Session Chair: Bang Nguyen, University of Cambridge
Friends During Hard Times: Evidence from the Great Depression
Diego Garcia1, Tania Babina2, Geoffrey Tate3
1University of Colorado Boulder; 2Columbia University; 3UNC Chapel Hill
Discussant(s): Shawn Mobbs (University of Alabama)
We test whether network connections to other firms through executives and directors increase value by exploiting differences in survival rates in response to a common negative shock. We find that firms that had more connections on the eve of the 1929 financial market crash have higher 10-year survival rates during the Great Depression. Consistent with a financing channel, we find that the results are particularly strong for small firms, private firms and firms with small cash holdings relative to the sample median prior to the shock. Moreover, connections to cash-rich firms are stronger predictors of survival, overall and among financially constrained firms. Because of the greater segmentation of markets in the 1920s and 1930s than in modern data samples, we can mitigate the potential endogeneity of network connections at the time of the shock by exploiting variation in the local demand for directors’ services. We also find evidence that the information that flows through network links increases the odds that a firm will be acquired.

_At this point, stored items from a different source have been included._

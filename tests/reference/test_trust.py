"""The trust report names each deliberate misuse, by its own check and number, and stays silent on every clean circuit that ships."""

from __future__ import annotations

from pathlib import Path

import pytest

import polewise
from polewise.analysis.trust import Trust

ROOT = Path(__file__).resolve().parents[2]
MISUSED = Path(__file__).parent / "circuits" / "misused"
CLEAN = sorted(p for p in (ROOT / "circuits").rglob("*.pole") if p.parent.name != "parts" and p.name != "pier.pole")

# file, study, subject, check, trust, part of the number
NAMED = [
    ("fast_loop", "rest", "leg", "crossover", Trust.NOT_VALID, "f/3"),
    ("pinned", "rest", "leg", "duty at limit", Trust.DOUBTFUL, "4 ms"),
    ("pinned", "rest", "level", "duty at limit", Trust.NOT_VALID, "leg"),
    ("small_capacitor", "rest", "store.v", "capacitor ripple", Trust.NOT_VALID, "31"),
    ("steep_ripple", "rest", "leg", "ripple slope", Trust.NOT_VALID, "1.1"),
    ("at_the_boundary", "rest", "leg", "conduction boundary", Trust.DOUBTFUL, "3.0%"),
    ("beating", "rest", "leg1", "beat", Trust.DOUBTFUL, "300 Hz"),
    ("beating", "rest", "leg2", "beat", Trust.DOUBTFUL, "300 Hz"),
    ("short_questions", "short_window", "instant", "short window", Trust.NOT_VALID, "4 us"),
    ("short_questions", "short_window", "quick", "short window", Trust.NOT_VALID, "5 us"),
    ("short_questions", "short_window", "ripple", "question", Trust.NOT_VALID, "ripple"),
    ("short_questions", "short_window", "stress", "question", Trust.NOT_VALID, "value"),
    ("short_questions", "short_pulse", "short_pulse", "short event", Trust.NOT_VALID, "4 us"),
    ("fast_content", "rest", "out.v", "content", Trust.DOUBTFUL, "f/4.7"),
]


@pytest.fixture(scope="module")
def reports():
    found = {}

    def report(name: str, study: str):
        if (name, study) not in found:
            found[name, study] = polewise.load(MISUSED / f"{name}.pole").trust(study)
        return found[name, study]

    return report


@pytest.mark.parametrize(("name", "study", "subject", "check", "trust", "number"), NAMED, ids=[f"{n[0]}-{n[2]}-{n[3]}" for n in NAMED])
def test_misuse_is_named(reports, name: str, study: str, subject: str, check: str, trust: Trust, number: str) -> None:
    found = [f for f in reports(name, study)[subject].findings if f.check == check]
    assert [f.trust for f in found] == [trust]
    assert number in found[0].number
    assert found[0].why
    assert found[0].remedy


def test_every_misused_circuit_has_its_line() -> None:
    assert {p.stem for p in MISUSED.glob("*.pole")} == {n[0] for n in NAMED}


@pytest.mark.parametrize("path", CLEAN, ids=lambda p: p.stem)
def test_silent_on_clean_circuits(path: Path) -> None:
    system = polewise.load(path)
    for study in system.studies:
        definition = system.circuit.studies[study]
        if definition.magnifies is None and definition.run_for_s is not None:
            report = system.trust(study)
            assert report.trust is Trust.HOLDS, [(f.name, f.check, f.number) for f in report.findings]


@pytest.mark.parametrize("study", ["black_start", "load_step", "supply_loss", "berth_short"])
def test_silent_on_the_pier(study: str) -> None:
    report = polewise.load(ROOT / "circuits" / "tern_point" / "pier.pole").trust(study)
    assert report.trust is Trust.HOLDS, [(f.name, f.check, f.number) for f in report.findings]
    assert sum(row.kind == "pole" for row in report.rows) == 13


def test_a_filter_that_rings_outside_every_loop_is_no_cause_for_doubt() -> None:
    """An input filter without damping rings at f/5; the regulated stage behind it hardly moves that mode."""
    system = polewise.from_text(
        """
reference gnd
supply: src --[48 V]-- gnd
filter: src --[l: 0.63 uH]-- vin
front:  vin --[c: 100 uF]-- gnd
leg:    pole(vin, gnd, x, upper_duty = drive, rate = 100 kHz, upper = transistor(5 mohm), lower = transistor(5 mohm))
choke:  x --[rl: 20 mohm]--[l: 100 uH]-- out
store:  out --[esr: 30 mohm]--[c: 1 mF]-- gnd
load:   out --[r: 4 ohm]-- gnd
reg:    pi_control(24 V - out.v, kp = 0.002 /V, ki = 2 /V/s, low = 0.02, high = 0.9)
signal drive = reg
"""
    )
    ringing = [m for m in system.modes(sensitivities=False) if m.damping < 0.05]
    assert [round(100e3 / m.natural_frequency_hz, 1) for m in ringing] == [5.0]
    report = system.trust()
    assert report.trust is Trust.HOLDS, [(f.name, f.check, f.number) for f in report.findings]


def test_a_fast_mode_of_a_loop_is_told() -> None:
    """The same stage with its voltage loop turned up until it rings at f/8."""
    report = polewise.from_text(
        """
reference gnd
supply: vin --[48 V]-- gnd
leg:    pole(vin, gnd, x, upper_duty = drive, rate = 100 kHz, upper = transistor(5 mohm), lower = transistor(5 mohm))
choke:  x --[rl: 20 mohm]--[l: 100 uH]-- out
store:  out --[c: 100 uF]-- gnd
load:   out --[r: 4 ohm]-- gnd
signal drive = 0.5 + 1.3 /V * (24 V - out.v)
"""
    ).trust()
    modes = [f for f in report["leg"].findings if f.check == "mode"]
    assert [f.trust for f in modes] == [Trust.DOUBTFUL]
    assert "f/7." in modes[0].number or "f/8." in modes[0].number


def test_limits_are_settings() -> None:
    from polewise.analysis.trust import TrustLimits

    system = polewise.load(ROOT / "circuits" / "basics" / "step_up_dcm.pole")
    assert system.trust().trust is Trust.HOLDS
    strict = system.trust(limits=TrustLimits(boundary=0.3))
    assert [f.check for f in strict.findings] == ["conduction boundary"]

The Value of Labor Networks to Managers and Firms
Isaac Hacamo, Kristoph Kleiner
Discussant(s): Quoc-Anh Do (Sciences Po)
We examine the effect of labor networks on employment outcomes of middle-level managers, and whether these networks benefit or harm the firm’s acquisition of talent. To identify labor networks, we use exogenous connections established by a sample of workers that graduated from the MBA program at Indiana University from 1999 to 2013. These connections arise due to the random assignment of students into groups. We establish that a middle-level manager is significantly more likely to join a prestigious firm if her connection has prior employment experience with that firm, especially if her network is weak otherwise. Using measures of ability that are unobservable to potential employers, we find that firms also benefit, since they consistently hire a high-ability (rather than a low-ability individual) through labor networks. More generally, we determine a firm’s dependency on labor networks is primarily driven by geographic distance, while managers continue to rely on these networks for the first five years after graduation. Overall, our findings suggest that networks can improve hiring outcomes for both middle-level managers and their employers.
This paper uses a social network framework to study information dissemination during activist campaigns. Actively managed funds whose managers are socially connected to the lead activist are more likely to increase their ownership in the target firm around the activist disclosure, and the likelihood is higher when the activist has a better track record. Connected institutions also earn significantly higher returns relative to non-connected funds. Connected funds as a whole substantially increase their holdings in the target, and their presence contributes to the activist's campaign success. Additional tests are performed to rule out alternative explanations such as fund manager ability or similarity in portfolio choices. This study contributes to the understanding of alliance building in hedge fund activism.